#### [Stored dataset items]
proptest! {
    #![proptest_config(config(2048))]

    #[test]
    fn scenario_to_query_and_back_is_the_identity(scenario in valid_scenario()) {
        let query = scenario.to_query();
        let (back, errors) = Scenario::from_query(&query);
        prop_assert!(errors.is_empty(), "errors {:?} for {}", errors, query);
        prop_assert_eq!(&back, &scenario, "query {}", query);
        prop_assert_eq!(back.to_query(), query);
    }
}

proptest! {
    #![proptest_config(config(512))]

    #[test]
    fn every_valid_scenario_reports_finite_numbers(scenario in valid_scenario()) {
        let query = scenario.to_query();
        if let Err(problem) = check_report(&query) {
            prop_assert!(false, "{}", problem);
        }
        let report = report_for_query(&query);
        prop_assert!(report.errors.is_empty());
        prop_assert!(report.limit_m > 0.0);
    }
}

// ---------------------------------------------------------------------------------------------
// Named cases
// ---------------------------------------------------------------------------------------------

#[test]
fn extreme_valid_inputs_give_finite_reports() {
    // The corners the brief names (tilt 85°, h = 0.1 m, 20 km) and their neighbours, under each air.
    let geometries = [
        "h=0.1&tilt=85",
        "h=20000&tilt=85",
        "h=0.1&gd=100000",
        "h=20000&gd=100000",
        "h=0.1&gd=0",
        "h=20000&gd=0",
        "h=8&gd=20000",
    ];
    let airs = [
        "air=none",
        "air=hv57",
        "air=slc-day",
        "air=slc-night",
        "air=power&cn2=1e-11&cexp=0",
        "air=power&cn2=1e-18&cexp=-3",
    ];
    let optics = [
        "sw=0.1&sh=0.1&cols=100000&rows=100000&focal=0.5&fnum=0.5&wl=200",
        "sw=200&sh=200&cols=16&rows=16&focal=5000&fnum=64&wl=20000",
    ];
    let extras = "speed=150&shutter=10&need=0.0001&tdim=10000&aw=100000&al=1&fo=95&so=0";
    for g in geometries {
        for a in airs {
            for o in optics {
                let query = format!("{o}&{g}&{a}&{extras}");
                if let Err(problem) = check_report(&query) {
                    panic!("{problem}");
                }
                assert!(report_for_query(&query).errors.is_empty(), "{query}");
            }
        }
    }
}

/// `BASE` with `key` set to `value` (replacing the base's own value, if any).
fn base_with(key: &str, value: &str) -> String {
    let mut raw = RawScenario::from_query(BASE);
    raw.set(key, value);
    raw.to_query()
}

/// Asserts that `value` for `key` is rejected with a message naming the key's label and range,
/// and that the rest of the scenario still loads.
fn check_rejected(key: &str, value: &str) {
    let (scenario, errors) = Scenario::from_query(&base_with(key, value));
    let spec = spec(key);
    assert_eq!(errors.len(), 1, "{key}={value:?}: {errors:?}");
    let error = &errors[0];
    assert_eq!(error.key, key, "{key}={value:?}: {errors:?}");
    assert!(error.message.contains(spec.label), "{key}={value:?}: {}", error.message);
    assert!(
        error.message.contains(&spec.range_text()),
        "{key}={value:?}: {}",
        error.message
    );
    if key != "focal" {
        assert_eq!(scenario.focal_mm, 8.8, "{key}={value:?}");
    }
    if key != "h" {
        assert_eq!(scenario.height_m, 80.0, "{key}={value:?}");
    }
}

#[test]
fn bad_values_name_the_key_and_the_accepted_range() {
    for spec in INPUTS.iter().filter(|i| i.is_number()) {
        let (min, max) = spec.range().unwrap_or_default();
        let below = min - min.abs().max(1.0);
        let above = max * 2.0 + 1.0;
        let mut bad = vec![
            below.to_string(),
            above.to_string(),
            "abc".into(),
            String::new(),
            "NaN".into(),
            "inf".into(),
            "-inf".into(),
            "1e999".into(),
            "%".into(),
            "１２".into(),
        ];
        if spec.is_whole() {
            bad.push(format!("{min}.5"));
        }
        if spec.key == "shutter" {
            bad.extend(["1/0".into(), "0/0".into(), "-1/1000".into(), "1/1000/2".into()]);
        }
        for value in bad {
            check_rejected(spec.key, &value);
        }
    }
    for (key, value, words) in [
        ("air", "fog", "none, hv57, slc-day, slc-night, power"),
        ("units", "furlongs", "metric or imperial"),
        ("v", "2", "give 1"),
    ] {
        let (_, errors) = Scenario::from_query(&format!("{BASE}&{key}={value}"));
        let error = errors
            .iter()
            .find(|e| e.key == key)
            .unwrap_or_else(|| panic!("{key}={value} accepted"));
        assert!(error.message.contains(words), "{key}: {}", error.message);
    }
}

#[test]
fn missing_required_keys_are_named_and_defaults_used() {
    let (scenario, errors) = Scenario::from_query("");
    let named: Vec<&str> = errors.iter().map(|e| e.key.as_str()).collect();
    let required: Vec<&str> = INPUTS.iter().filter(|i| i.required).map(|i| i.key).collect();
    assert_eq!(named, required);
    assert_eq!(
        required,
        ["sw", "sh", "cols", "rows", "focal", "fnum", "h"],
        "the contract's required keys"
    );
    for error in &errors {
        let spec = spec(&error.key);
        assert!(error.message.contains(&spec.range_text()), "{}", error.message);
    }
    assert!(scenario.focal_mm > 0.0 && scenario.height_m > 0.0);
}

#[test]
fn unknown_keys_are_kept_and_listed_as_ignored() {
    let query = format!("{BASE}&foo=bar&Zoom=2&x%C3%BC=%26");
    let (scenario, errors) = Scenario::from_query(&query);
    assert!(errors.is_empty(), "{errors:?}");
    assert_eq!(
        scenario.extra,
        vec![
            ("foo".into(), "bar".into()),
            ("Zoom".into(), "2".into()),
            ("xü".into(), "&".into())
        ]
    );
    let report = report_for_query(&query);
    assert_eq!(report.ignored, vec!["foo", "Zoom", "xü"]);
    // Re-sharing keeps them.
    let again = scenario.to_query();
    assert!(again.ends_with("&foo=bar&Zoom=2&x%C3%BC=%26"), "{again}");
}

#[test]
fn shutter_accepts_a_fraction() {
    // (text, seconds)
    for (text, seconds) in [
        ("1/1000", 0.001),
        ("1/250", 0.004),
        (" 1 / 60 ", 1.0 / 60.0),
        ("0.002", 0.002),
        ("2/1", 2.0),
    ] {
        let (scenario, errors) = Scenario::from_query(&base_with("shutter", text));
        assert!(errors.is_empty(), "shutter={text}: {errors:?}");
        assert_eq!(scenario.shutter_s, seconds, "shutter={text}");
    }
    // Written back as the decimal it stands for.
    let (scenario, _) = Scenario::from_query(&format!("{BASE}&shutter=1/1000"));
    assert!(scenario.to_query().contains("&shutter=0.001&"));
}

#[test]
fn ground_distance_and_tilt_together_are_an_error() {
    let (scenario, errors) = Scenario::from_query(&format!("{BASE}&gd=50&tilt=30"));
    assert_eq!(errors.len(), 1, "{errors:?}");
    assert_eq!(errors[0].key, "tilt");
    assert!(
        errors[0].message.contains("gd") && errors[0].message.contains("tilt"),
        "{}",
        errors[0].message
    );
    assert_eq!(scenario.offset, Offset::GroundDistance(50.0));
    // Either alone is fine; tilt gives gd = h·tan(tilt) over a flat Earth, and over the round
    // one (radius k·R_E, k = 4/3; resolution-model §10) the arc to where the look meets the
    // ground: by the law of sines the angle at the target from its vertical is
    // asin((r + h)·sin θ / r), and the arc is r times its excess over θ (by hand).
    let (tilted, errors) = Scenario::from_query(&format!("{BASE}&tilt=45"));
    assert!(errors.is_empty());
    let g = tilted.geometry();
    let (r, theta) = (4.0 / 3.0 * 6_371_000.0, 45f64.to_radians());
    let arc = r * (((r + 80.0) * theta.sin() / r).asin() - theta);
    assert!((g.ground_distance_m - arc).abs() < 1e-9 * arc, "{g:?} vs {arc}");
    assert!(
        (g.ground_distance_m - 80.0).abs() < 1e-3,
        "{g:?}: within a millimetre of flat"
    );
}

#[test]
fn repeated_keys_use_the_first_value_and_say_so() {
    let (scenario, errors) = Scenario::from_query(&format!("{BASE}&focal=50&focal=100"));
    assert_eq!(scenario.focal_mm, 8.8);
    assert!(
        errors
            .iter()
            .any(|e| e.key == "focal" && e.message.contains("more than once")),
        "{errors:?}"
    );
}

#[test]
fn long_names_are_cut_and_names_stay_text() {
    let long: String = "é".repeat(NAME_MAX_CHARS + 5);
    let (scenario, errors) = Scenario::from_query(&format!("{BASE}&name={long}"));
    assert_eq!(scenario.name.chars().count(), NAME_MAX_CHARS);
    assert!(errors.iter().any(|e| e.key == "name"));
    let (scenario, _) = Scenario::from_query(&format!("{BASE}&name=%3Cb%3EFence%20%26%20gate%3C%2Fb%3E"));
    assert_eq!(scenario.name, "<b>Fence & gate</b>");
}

* * *

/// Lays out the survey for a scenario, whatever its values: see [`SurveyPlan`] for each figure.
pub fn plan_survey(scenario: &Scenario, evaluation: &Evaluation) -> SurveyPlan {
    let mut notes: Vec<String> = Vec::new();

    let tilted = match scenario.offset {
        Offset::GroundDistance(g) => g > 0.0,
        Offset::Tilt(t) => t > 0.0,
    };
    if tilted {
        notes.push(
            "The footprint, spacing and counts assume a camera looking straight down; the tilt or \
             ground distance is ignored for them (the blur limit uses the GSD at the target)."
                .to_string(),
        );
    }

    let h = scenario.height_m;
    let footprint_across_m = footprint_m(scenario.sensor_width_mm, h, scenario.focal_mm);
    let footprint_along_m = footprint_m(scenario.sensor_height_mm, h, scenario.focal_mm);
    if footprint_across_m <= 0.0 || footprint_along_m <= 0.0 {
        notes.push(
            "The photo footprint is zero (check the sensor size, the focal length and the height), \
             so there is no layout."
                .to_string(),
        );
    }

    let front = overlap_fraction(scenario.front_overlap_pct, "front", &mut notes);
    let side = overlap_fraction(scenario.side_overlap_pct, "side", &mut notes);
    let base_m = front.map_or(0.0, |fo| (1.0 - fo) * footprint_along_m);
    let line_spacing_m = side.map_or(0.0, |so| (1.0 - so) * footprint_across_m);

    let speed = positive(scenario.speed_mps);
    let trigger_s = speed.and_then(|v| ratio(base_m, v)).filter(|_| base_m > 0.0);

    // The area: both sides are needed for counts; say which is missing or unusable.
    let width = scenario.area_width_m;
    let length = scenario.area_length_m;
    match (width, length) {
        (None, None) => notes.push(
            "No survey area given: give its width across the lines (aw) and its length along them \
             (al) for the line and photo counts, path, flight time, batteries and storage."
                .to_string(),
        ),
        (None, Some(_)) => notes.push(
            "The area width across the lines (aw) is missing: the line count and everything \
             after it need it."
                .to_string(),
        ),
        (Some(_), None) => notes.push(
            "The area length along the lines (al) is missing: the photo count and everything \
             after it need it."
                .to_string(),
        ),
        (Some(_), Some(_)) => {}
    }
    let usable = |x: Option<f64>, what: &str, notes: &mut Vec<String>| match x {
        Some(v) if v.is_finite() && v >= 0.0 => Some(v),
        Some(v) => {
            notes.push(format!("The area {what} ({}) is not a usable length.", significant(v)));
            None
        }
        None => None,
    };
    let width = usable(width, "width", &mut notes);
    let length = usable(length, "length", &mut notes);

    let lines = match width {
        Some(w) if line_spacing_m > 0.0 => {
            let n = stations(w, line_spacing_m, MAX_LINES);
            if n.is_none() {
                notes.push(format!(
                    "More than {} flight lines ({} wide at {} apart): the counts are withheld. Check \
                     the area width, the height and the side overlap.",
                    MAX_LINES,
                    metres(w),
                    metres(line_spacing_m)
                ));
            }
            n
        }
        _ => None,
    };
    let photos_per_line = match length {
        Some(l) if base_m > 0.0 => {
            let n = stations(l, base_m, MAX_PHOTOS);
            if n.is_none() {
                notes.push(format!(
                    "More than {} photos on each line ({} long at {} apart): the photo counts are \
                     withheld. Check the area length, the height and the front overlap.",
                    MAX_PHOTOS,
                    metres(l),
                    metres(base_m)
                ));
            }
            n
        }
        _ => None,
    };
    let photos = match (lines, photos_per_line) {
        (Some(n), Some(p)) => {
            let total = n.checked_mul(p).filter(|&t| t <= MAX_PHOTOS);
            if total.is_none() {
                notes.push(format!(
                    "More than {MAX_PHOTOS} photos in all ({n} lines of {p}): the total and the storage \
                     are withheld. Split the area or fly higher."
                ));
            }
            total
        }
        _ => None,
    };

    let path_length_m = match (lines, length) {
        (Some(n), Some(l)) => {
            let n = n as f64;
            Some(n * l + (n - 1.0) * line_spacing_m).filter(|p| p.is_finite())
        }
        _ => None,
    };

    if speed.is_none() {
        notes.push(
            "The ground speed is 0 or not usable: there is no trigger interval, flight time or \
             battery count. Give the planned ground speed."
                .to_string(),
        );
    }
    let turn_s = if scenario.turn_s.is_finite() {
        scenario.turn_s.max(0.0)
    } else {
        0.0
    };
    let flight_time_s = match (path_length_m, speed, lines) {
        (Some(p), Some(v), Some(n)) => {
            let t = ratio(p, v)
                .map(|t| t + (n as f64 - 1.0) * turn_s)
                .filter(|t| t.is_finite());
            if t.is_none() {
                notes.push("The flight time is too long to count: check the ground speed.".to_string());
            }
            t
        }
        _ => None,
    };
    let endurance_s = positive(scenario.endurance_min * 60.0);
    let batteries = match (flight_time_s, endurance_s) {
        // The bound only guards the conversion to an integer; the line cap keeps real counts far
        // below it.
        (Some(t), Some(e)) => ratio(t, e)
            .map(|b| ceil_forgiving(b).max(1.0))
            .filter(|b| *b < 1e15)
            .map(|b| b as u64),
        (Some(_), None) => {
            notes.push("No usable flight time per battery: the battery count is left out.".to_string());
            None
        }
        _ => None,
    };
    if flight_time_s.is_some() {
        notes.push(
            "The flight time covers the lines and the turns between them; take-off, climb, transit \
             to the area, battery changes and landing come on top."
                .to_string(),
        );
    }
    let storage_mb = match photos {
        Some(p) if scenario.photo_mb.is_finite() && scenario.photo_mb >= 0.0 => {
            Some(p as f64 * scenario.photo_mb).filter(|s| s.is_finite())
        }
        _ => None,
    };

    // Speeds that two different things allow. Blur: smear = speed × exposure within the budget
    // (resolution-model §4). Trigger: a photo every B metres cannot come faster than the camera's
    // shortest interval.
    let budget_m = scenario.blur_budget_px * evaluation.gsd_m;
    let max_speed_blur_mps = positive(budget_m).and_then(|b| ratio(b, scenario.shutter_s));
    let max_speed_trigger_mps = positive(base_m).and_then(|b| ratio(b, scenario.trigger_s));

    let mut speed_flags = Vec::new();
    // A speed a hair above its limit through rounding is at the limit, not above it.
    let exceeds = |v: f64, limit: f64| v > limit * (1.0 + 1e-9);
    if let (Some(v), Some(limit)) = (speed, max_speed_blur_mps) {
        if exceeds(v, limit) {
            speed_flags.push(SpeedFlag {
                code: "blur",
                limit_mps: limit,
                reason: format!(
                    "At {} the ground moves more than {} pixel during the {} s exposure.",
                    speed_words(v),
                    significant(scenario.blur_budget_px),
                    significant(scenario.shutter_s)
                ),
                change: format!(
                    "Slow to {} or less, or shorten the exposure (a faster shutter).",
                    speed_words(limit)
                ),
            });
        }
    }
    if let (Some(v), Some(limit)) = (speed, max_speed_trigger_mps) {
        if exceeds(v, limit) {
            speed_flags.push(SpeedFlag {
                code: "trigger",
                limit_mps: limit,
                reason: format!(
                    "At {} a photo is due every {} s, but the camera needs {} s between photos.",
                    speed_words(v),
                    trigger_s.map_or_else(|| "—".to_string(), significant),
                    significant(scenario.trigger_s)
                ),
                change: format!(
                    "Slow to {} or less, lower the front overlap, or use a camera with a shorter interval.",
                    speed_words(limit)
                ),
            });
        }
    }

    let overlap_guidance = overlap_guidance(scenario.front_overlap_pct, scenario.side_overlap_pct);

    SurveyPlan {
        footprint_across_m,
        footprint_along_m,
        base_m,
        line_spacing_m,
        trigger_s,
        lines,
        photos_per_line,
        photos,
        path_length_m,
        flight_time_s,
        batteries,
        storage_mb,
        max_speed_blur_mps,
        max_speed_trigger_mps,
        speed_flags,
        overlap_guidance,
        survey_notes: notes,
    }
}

#### [What you will do]
In the records above, which lines hold the string "come"? Copy each one.

#### [Solution]
             to the area, battery changes and landing come on top."
    // (resolution-model §4). Trigger: a photo every B metres cannot come faster than the camera's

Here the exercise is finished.